-- TASK DESCRIPTION --
Count every line below that holds "Triangular". Number only.

Data entries:
★ ★ ★ ★ ★ ★ ★

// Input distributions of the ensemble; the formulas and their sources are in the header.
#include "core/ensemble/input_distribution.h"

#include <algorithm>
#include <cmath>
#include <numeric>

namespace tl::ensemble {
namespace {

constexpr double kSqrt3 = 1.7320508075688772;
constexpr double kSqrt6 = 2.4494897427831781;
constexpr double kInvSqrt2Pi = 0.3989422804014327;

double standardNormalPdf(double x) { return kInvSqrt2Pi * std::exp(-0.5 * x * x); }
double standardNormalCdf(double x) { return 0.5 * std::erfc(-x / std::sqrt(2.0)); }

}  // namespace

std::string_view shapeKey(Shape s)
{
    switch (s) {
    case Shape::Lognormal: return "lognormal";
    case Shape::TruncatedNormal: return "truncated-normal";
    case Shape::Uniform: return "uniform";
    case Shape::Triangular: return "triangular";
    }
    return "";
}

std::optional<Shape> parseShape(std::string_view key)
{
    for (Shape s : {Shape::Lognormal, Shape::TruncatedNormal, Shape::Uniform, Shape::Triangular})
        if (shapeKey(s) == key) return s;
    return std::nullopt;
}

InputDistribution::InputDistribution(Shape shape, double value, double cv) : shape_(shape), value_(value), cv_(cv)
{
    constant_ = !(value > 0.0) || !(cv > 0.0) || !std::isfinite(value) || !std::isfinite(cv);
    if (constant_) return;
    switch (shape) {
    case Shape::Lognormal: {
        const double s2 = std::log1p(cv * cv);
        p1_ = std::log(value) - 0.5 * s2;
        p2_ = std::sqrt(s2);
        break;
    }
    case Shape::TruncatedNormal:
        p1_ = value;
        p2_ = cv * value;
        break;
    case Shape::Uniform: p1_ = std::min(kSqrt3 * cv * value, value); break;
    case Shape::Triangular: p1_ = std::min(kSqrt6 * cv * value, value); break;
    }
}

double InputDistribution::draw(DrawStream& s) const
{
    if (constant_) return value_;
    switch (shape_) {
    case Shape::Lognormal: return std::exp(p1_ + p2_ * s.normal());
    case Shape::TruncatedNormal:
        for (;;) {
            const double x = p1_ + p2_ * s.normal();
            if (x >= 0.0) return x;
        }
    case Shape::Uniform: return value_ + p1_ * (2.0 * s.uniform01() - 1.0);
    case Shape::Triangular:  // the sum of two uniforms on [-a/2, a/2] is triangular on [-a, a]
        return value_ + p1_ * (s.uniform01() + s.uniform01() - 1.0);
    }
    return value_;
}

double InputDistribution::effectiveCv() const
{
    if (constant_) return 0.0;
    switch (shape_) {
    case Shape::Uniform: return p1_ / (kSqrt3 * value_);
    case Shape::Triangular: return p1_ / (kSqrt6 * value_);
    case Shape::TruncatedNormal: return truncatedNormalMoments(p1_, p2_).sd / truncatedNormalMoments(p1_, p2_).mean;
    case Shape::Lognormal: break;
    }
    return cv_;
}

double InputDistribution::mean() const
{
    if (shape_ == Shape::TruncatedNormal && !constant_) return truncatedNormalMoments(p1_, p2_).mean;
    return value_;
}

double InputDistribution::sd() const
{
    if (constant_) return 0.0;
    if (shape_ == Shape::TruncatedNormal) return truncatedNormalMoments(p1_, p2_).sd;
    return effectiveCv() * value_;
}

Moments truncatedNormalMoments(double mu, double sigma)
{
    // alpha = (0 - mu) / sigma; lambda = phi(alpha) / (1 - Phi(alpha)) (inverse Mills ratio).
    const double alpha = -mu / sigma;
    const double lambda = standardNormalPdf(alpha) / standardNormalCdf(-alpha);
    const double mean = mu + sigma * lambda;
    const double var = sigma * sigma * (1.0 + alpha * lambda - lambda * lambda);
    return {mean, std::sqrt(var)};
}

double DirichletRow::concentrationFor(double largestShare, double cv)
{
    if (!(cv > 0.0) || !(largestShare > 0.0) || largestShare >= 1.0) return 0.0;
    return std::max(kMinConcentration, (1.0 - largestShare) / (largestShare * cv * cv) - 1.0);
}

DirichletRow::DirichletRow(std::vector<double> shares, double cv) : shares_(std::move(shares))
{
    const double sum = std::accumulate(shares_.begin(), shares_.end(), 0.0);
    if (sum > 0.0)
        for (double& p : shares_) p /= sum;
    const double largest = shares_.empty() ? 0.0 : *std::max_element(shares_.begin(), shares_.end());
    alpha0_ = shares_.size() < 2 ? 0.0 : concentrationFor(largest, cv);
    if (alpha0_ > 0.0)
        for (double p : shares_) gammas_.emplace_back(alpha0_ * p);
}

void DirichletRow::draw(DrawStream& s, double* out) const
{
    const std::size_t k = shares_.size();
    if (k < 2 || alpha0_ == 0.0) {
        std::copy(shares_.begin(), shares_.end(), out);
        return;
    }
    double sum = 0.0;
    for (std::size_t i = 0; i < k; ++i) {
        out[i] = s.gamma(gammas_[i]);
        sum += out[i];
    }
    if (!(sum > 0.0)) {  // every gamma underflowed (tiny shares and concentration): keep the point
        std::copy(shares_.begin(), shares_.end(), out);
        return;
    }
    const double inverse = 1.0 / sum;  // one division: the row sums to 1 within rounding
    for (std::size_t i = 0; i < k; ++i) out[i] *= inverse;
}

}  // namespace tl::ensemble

★ ★ ★ ★ ★ ★ ★

-- ANSWER SPACE --
5